Even in early skirmishes we can see the strategic potential for this feature. For example when in a team with another Driver / Blade you can bring together Blade combos, and elemental attacks also come into play. You're then introduced to the idea of creating new Blades as you can utilise more than one at a time - depending on which is in action your weapon and moves change, too. It's an interesting system, and while we're still mastering its intricacies it is intuitive as long as you pay attention to tutorial prompts and experiment in battles.

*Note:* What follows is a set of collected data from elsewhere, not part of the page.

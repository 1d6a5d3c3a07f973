import { boundaryParts } from './boundaryParts.ts'
import { fromParts } from './boundaryCorners.ts'
import { checkBoundary, type BoundaryCheck } from './checkBoundary.ts'
import type { Boundary, Position } from './geometryTypes.ts'
import { closeRing, toFlatRing, toGridPoint } from './gridPoints.ts'
import { relateRings } from './relateRings.ts'

/**
 * A valid boundary with a hole in the part that the corners lie in: a pond or a yard that is no ground of the block. Never throws.
 * @param corners of the hole in order, the first not repeated.
 * @returns as `checkBoundary` does: `geometry.hole_outside` where the hole lies across the outline or outside, `geometry.holes_overlap`
 * where it runs into another hole, `geometry.too_few_points` under three corners.
 */
export function cutHole(boundary: Boundary, corners: readonly Position[]): BoundaryCheck {
  if (corners.length < 3) return { geometry: null, findings: [{ code: 'geometry.too_few_points', params: { points: corners.length, min: 3 } }] }
  const parts = boundaryParts(boundary)
  const hole = toFlatRing(corners.map(toGridPoint))
  const home = parts.findIndex(([outer]) => outer !== undefined && relateRings(hole, toFlatRing(outer.slice(0, -1).map(toGridPoint))) === 'within')
  const into = Math.max(0, home)
  return checkBoundary(fromParts(parts.map((rings, part) => (part === into ? [...rings, closeRing(corners)] : rings))))
}
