import { assertNodeVersion } from './lib/nodeVersion.mjs'

assertNodeVersion()
const { runMain } = await import('./lib/runMain.mjs')
const { ensurePackages } = await import('./lib/packages.mjs')
const { buildIfStale } = await import('./lib/buildIfStale.mjs')
const { say } = await import('./lib/say.mjs')

await runMain(async (lifecycle) => {
  await ensurePackages({ lifecycle, say })
  await buildIfStale({ lifecycle, say, force: true })
  return 0
})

Blades, then, feel like the key unique selling point for this one, along with the fact that it's a new cast, world and story to work through. The plot hasn't grabbed us as quickly as in the original, but it's done a decent job and has us intrigued. Like series predecessors there's some cringe-worthy writing and animations - and a few of the outfits and designs aren't to this writer's personal tastes - but the broad potential is there. Even in the opening half dozen hours some segments have had us on the edge of our seat, and there are attractive worlds in which to explore, potentially endlessly.
So far it's more of the Xenoblade gameplay we know and love, and the additions seem to be well thought out. Time will tell whether it'll be an evolution or generational revolution for the IP, but for now we're pleased to report that it's still delivering a very 'Monolith Soft' experience.